After attending Princeton University, Jones entered medical school and gravitated toward pathology. He worked for several hospitals before starting his own business specializing in private autopsies in cases in which no official autopsy is being done or the family wants a second opinion. "I probably do 50 to 100 a year," with an average fee of $3,500, he said.
Once or twice a year, Jones fills in as a temporary hospital pathologist, which explains why, at his peak, he maintained medical licenses in 27 states. On occasion, he also serves as an expert witness, he said, and for a brief time harvested fetal tissue for medical researchers.
Jones said he began to write online prescriptions in 1998. At first, he was paid $25 for each prescription. Now, he receives $5,000 every other month, he said. In five years, he estimated, he has collected about $100,000 from online prescribing.
Jones said he has never met the owners of netdr.comand does not know who they are. "One of the owners is in Brazil," he said. "As far as I know, the papers of incorporation are in the Bahamas. I know they are somewhere down in the Caribbean."

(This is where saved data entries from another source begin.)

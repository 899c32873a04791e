import type { LevelFindings, MeasuredConstant, MeasuredQuantity, StudyResults } from '#engine';
import { HARTREE_IN_EV, HARTREE_IN_WAVENUMBERS } from '../../engine/constants';

/** A constant of a diatomic molecule, of every level that has it, beside its measured value. */
export interface ComparedConstant {
  readonly symbol: string;
  readonly name: string;
  readonly unit: 'Å' | 'cm⁻¹' | 'eV' | 'N/m';
  /** decimals to be printed */
  readonly decimals: number;
  readonly byLevel: ReadonlyMap<string, number>;
  /** of the ground state, in `unit`; absent where none is known */
  readonly measured?: MeasuredValue;
}

export interface MeasuredValue {
  readonly value: number;
  readonly source: string;
}

type Kind = Pick<ComparedConstant, 'symbol' | 'name' | 'unit' | 'decimals'> & {
  readonly quantity?: MeasuredQuantity;
  readonly of: (findings: LevelFindings) => number | undefined;
};

const KINDS: readonly Kind[] = [
  {
    symbol: 'rₑ',
    name: 'equilibrium distance',
    unit: 'Å',
    decimals: 5,
    quantity: 'equilibriumDistance',
    of: ({ constants }) => constants?.equilibriumDistanceAngstrom.value,
  },
  {
    symbol: 'ωₑ',
    name: 'harmonic wavenumber',
    unit: 'cm⁻¹',
    decimals: 2,
    quantity: 'harmonicWavenumber',
    of: ({ constants }) => constants?.diatomic?.harmonicWavenumberPerCm.value,
  },
  {
    symbol: 'ωₑxₑ',
    name: 'anharmonicity',
    unit: 'cm⁻¹',
    decimals: 2,
    quantity: 'anharmonicity',
    of: ({ constants }) => constants?.diatomic?.anharmonicityPerCm.value,
  },
  {
    symbol: 'Bₑ',
    name: 'rotational constant',
    unit: 'cm⁻¹',
    decimals: 4,
    quantity: 'rotationalConstant',
    of: ({ constants }) => constants?.diatomic?.rotationalConstantPerCm.value,
  },
  {
    symbol: 'αₑ',
    name: 'vibration–rotation coupling',
    unit: 'cm⁻¹',
    decimals: 4,
    quantity: 'vibrationRotationCoupling',
    of: ({ constants }) => constants?.diatomic?.vibrationRotationCouplingPerCm.value,
  },
  {
    symbol: 'D̄ₑ',
    name: 'centrifugal distortion',
    unit: 'cm⁻¹',
    decimals: 6,
    quantity: 'centrifugalDistortion',
    of: ({ constants }) => constants?.diatomic?.centrifugalDistortionPerCm.value,
  },
  {
    symbol: 'k',
    name: 'force constant',
    unit: 'N/m',
    decimals: 1,
    of: ({ constants }) => constants?.forceConstantNewtonPerMetre.value,
  },
  {
    symbol: 'G(0)',
    name: 'zero-point energy',
    unit: 'cm⁻¹',
    decimals: 2,
    quantity: 'zeroPointEnergy',
    of: ({ vibration }) => (vibration?.kind === 'found' ? vibration.zeroPointPerCm : undefined),
  },
  {
    symbol: 'ΔG(½)',
    name: 'first vibrational interval',
    unit: 'cm⁻¹',
    decimals: 2,
    quantity: 'firstInterval',
    of: ({ vibration }) => {
      if (vibration?.kind !== 'found') return undefined;
      const [lowest, first] = vibration.levels;
      return lowest && first && first.energyPerCm - lowest.energyPerCm;
    },
  },
  {
    symbol: 'B₀',
    name: 'rotational constant of the lowest level',
    unit: 'cm⁻¹',
    decimals: 4,
    quantity: 'lowestRotationalConstant',
    of: ({ vibration }) =>
      vibration?.kind === 'found' ? vibration.levels[0]?.rotationalConstantPerCm : undefined,
  },
  {
    symbol: 'Dₑ',
    name: 'well depth',
    unit: 'eV',
    decimals: 4,
    of: ({ wellDepth }) => wellDepth && wellDepth.value * HARTREE_IN_EV,
  },
  {
    symbol: 'D₀',
    name: 'dissociation energy from the lowest level',
    unit: 'eV',
    decimals: 4,
    quantity: 'dissociationEnergy',
    of: ({ vibration }) =>
      vibration?.kind === 'found' && vibration.d0 !== undefined ? vibration.d0 * HARTREE_IN_EV : undefined,
  },
];

const MEGAHERTZ_IN_WAVENUMBERS = 1 / 29979.2458;
const EV_IN_WAVENUMBERS = HARTREE_IN_WAVENUMBERS / HARTREE_IN_EV;

/** The constants that any level has; empty where no minimum was found. */
export function comparedConstants({ study, findings, measured }: StudyResults): readonly ComparedConstant[] {
  if (study.levels.every((level) => !findings[level]?.constants)) return [];
  const ground = measured?.find(({ isGroundState }) => isGroundState)?.constants ?? [];
  return KINDS.flatMap(({ quantity, of, ...kind }): ComparedConstant[] => {
    const byLevel = new Map(
      study.levels.flatMap((level) => {
        const value = findings[level] && of(findings[level]);
        return value === undefined ? [] : [[level, value] as const];
      }),
    );
    if (byLevel.size === 0) return [];
    const known = quantity && ground.find((constant) => constant.quantity === quantity);
    const value = known && inUnit(known, kind.unit);
    return [
      {
        ...kind,
        byLevel,
        ...(known && value !== undefined && { measured: { value, source: known.source } }),
      },
    ];
  });
}

function inUnit({ value, unit }: MeasuredConstant, wanted: ComparedConstant['unit']): number | undefined {
  if (unit === wanted) return value;
  const wavenumber = {
    'cm⁻¹': value,
    MHz: value * MEGAHERTZ_IN_WAVENUMBERS,
    eV: value * EV_IN_WAVENUMBERS,
    Å: undefined,
  }[unit];
  if (wavenumber === undefined) return undefined;
  if (wanted === 'cm⁻¹') return wavenumber;
  return wanted === 'eV' ? wavenumber / EV_IN_WAVENUMBERS : undefined;
}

Jones said he has written online prescriptions for more than 35,000 patients for netdr.comand its affiliate maleclinic.com. Nearly eight of every 10 customers have requested Viagra, the popular drug for treating erectile dysfunction. All but about 100 of the requests have been approved. With computer efficiencies, Jones said, it takes him about a minute to review the online medical questionnaires filled out by patients. He has never asked for medical records of patients, Jones said, and he rarely speaks with customers on the phone.
Jones defends the process as thorough and safe. He said he does not prescribe narcotics and knows of no injuries to his patients from the drugs he has prescribed. "I'm only going to prescribe for conditions that can be managed without a physical diagnosis, without a physical examination," Jones said.
Jones contends that the state boards have punished him unjustly because they are protecting the old guard of medicine. "I am like Columbus," he said. "They said the Earth was flat. He would sail off the edge. . . . I am like Galileo . . . like Copernicus."
The medical boards counter that Jones has violated one of the basic tenets of medicine by failing to establish a valid physician-patient relationship. The North Dakota Board of Medical Examiners, which revoked Jones's license in September, calculated that Jones approved at least 72 prescriptions an hour in 2002, "perhaps considerably more." It also cited a case in which Jones wrote a prescription for Viagra for a 14-year-old posing as an adult.
Jones, who is appealing the decision, called the board's math "deeply flawed" and said he had no way of identifying the boy, who had properly filled out the questionnaire. "Admittedly, a physician in his office should be able to pick up [on] a 14-year-old boy coming in for erectile dysfunction," he said.
Thompson questioned how any doctor could prescribe Viagra to patients without determining whether their erectile dysfunction was caused by an underlying problem, such as diabetes or tumors. "I would think it would be important, for example, to check if the patient were presenting symptoms for one of these diseases," he said.
A spokesman for Pfizer Inc., the manufacturer of Viagra, agreed. "In general, it's irresponsible to circumvent the relationship between a patient and a doctor without going through a proper diagnosis as well as discussing the appropriateness for treatment," Daniel Watts said. "Certainly Pfizer doesn't endorse this. It's not the way to go."
Jones said Pfizer was "the perfect Janus," a reference to the Roman god said to have one head and two faces. "Pfizer will suck up to organized medicine but at the same time will certainly accept every dollar that comes in from Internet practice," he said. Watts said Pfizer would prefer not to get its sales from online prescriptions. "It's not about the numbers," he said.
Jones concludes that "if someone can show me in a scientific study that what I am doing is dangerous, I will stop tomorrow. That's the way to convince me."